#386C|「その場にいてほしい人」に

私が仕事の面で「このようになりたい」と思う人の特徴の1つに「凡ミスがない」という点がある。人間誰でもミスはするが、ミスをした時にすら「仕事ができる人」というのは安定した出力がある。どんな時も下手なことをしない、言わない。

担う役割により必要になる能力は違えど、たいていのシーンで「ムラがある」人間は使いにくい。よっぽど強力なものを持っていなければ、あまり歓迎されないだろう。

「相手を感動させられるナニカ」よりも前に「失礼のない言葉・態度」が取れること。「すごくおもしろい文章を書ける」よりも前に「締切に間に合う」こと。「おしゃれでかっこいい出で立ち」より前に「気遣いと感謝ができる」こと。「場をドカンと盛り上げる」前に「みなが居心地よく」いられること。「すごい成果を出す」よりも前に「必要なことを淡々と続けられる」こと。

前者もいいが後者が抜けては、たいていの場合はイマイチというか、前者は後者ができた次のフェーズのような感がある。「得点する」より「失点しない」方が多くのシーンでは大切だ。


私は「しまった」と思う言葉や振る舞いをすることが多い。教養や人生経験の偏りから起こっていると考えているが、どうであれそういうものはやったあとにはもう遅いことがたいていだ。口から出た言葉は取り戻せない。二度目の「はじめまして」はない。

出版記念会でもタスクシュート交流会でもふりかえりオフ会でも、いくつもそういったポイントがあった。
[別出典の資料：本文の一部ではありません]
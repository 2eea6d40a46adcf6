//! The journal writer: collects the journal entries of accept and tag verdicts from any
//! number of threads and writes them to a [`Store`] in batches, on one thread of its own.
//!
//! One transaction per batch instead of per message is what keeps the journal cheap under
//! load. The trade is that an entry is on disk only once its batch is written (at most
//! [`BatchSettings::max_delay`] later); held mail never goes this way, it is committed by
//! [`Store::hold`] before its verdict.
//!
//! Invariants: [`JournalWriter::submit`] never blocks (a full queue hands the entry back,
//! for the caller to count as dropped); every entry submitted before
//! [`JournalWriter::close`] is written or reported to the error callback; an invalid
//! entry costs only itself, not its batch.

use std::sync::Arc;
use std::sync::mpsc::{Receiver, SyncSender, TryRecvError, TrySendError, sync_channel};
use std::thread::JoinHandle;
use std::time::{Duration, Instant};

use super::{JournalEntry, Store, StoreError};

/// How the writer batches.
#[derive(Debug, Clone, PartialEq)]
pub struct BatchSettings {
    /// Most entries per transaction.
    pub max_batch: usize,
    /// Longest an entry waits before its batch is written.
    pub max_delay: Duration,
    /// Entries waiting at most; further submissions are refused.
    pub queue: usize,
}

impl Default for BatchSettings {
    /// 256 entries, 100 ms, a queue of 65 536: at these sizes a batch costs a few
    /// milliseconds (`cargo bench --bench store`).
    fn default() -> BatchSettings {
        BatchSettings {
            max_batch: 256,
            max_delay: Duration::from_millis(100),
            queue: 65_536,
        }
    }
}

/// Why [`JournalWriter::submit`] refused an entry.
#[derive(Debug, Clone, Copy, PartialEq, Eq, thiserror::Error)]
pub enum Refused {
    /// The queue is full: the store is slower than the mail, or stuck.
    #[error("the journal queue is full; the entry was dropped (is the store slow or locked?)")]
    QueueFull,
    /// The writer thread has stopped.
    #[error("the journal writer has stopped; the entry was dropped")]
    Stopped,
}

/// Called on the writer thread when entries could not be written: the error and how many
/// entries were lost to it.
pub type OnError = Box<dyn Fn(&StoreError, usize) + Send>;

/// Writes journal entries in batches on a thread of its own.
pub struct JournalWriter {
    sender: Option<SyncSender<JournalEntry>>,
    thread: Option<JoinHandle<()>>,
}

impl std::fmt::Debug for JournalWriter {
    fn fmt(&self, f: &mut std::fmt::Formatter<'_>) -> std::fmt::Result {
        f.debug_struct("JournalWriter").finish_non_exhaustive()
    }
}

impl JournalWriter {
    /// Starts the writer thread.
    ///
    /// # Errors
    /// When the thread cannot be started.
    pub fn start(
        store: Arc<dyn Store>,
        settings: BatchSettings,
        on_error: OnError,
    ) -> std::io::Result<JournalWriter> {
        let (sender, receiver) = sync_channel(settings.queue.max(1));
        let thread = std::thread::Builder::new()
            .name("tamis-journal".to_string())
            .spawn(move || run(&*store, &settings, &receiver, &on_error))?;
        Ok(JournalWriter {
            sender: Some(sender),
            thread: Some(thread),
        })
    }

    /// Queues an entry without waiting; refuses it (for the caller to count as dropped)
    /// when the queue is full or the writer has stopped.
    pub fn submit(&self, entry: JournalEntry) -> Result<(), Refused> {
        match &self.sender {
            Some(sender) => sender.try_send(entry).map_err(|e| match e {
                TrySendError::Full(_) => Refused::QueueFull,
                TrySendError::Disconnected(_) => Refused::Stopped,
            }),
            None => Err(Refused::Stopped),
        }
    }

    /// Writes what is queued and stops the thread; returns once it is done.
    pub fn close(mut self) {
        self.stop();
    }

    fn stop(&mut self) {
        drop(self.sender.take());
        if let Some(thread) = self.thread.take() {
            // A panic on the writer thread has already been reported by the panic hook;
            // there is nothing left to write either way.
            let _ = thread.join();
        }
    }
}

impl Drop for JournalWriter {
    fn drop(&mut self) {
        self.stop();
    }
}

/// Longest sleep while a batch fills: short enough that a closed channel or a full batch
/// is noticed soon, long enough that the thread stays asleep under load.
const NAP: Duration = Duration::from_millis(10);

fn run(
    store: &dyn Store,
    settings: &BatchSettings,
    receiver: &Receiver<JournalEntry>,
    on_error: &OnError,
) {
    let max_batch = settings.max_batch.max(1);
    let mut batch = Vec::with_capacity(max_batch);
    loop {
        // Wait for the first entry of a batch as long as it takes.
        match receiver.recv() {
            Ok(entry) => batch.push(entry),
            Err(_) => return,
        }
        // Then let the batch fill without waking for each entry: a sender only wakes a
        // receiver that waits in `recv`, so under load this thread wakes once per batch
        // instead of once per message. A full queue is the only thing cut short.
        let deadline = Instant::now() + settings.max_delay;
        let mut open = true;
        while batch.len() < max_batch {
            match receiver.try_recv() {
                Ok(entry) => batch.push(entry),
                Err(TryRecvError::Disconnected) => {
                    open = false;
                    break;
                }
                Err(TryRecvError::Empty) => {
                    let left = deadline.saturating_duration_since(Instant::now());
                    if left.is_zero() {
                        break;
                    }
                    std::thread::sleep(left.min(NAP));
                }
            }
        }
        write(store, &batch, on_error);
        batch.clear();
        if !open {
            // Senders are gone: write what is left in the channel, then stop.
            let rest: Vec<JournalEntry> = receiver.try_iter().collect();
            for chunk in rest.chunks(max_batch) {
                write(store, chunk, on_error);
            }
            return;
        }
    }
}

fn write(store: &dyn Store, batch: &[JournalEntry], on_error: &OnError) {
    match store.record(batch) {
        Ok(()) => {}
        // One bad entry must not cost its neighbours: write them one by one.
        Err(StoreError::Invalid { .. }) if batch.len() > 1 => {
            for entry in batch {
                if let Err(e) = store.record(std::slice::from_ref(entry)) {
                    on_error(&e, 1);
                }
            }
        }
        Err(e) => on_error(&e, batch.len()),
    }
}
それらに限らず、たいていどこかで人と喋ればいつもナニカはあちゃーと思うことがある。

場に応じた適切な言葉や振る舞いをしたいと思うが、それらが身につくには場数もあるが習慣の面が大きく、私の今(これまで)の日常生活を送りながらその矯正は容易ではない、ということを3月上旬の東京で感じた。もっとドラスティックな変化が要る。


大人は大人に対して小さな失礼を指摘しない。自分だけが気づかず失点を重ねて、人が遠のいていくような危機感がある。願わくばご指摘いただきたいと思うのは甘えというか無茶な話で、他人にいちいちダメ出しなんて普通できるものではない。また、指摘して一撃で変われる人などおらず、変化には忍耐が必要だ。ゆえに「住む世界が違う」人からは静かに距離を取るのが一般の動きになる。

べつにそんなことを気にしなくてもいいとか、そういう自分のタイプとは違うことはやめればいい、という考えもあるのだが、今自分が気にしていることはなんとなく、しっかりクリアにしていかないと先が細るように感じるし、逆をいえばこのあたりを丁寧にできれば広がりがある、と感じる。

「ぜひ同じ場にいてほしい」人になるか、「扱いにちょっと気を遣われる」人になるか、というのはとても小さなものが積み重なった結果だと思うが、ものすごく大きな違いに発展する。

人が安心して一緒にいられる人でありたい。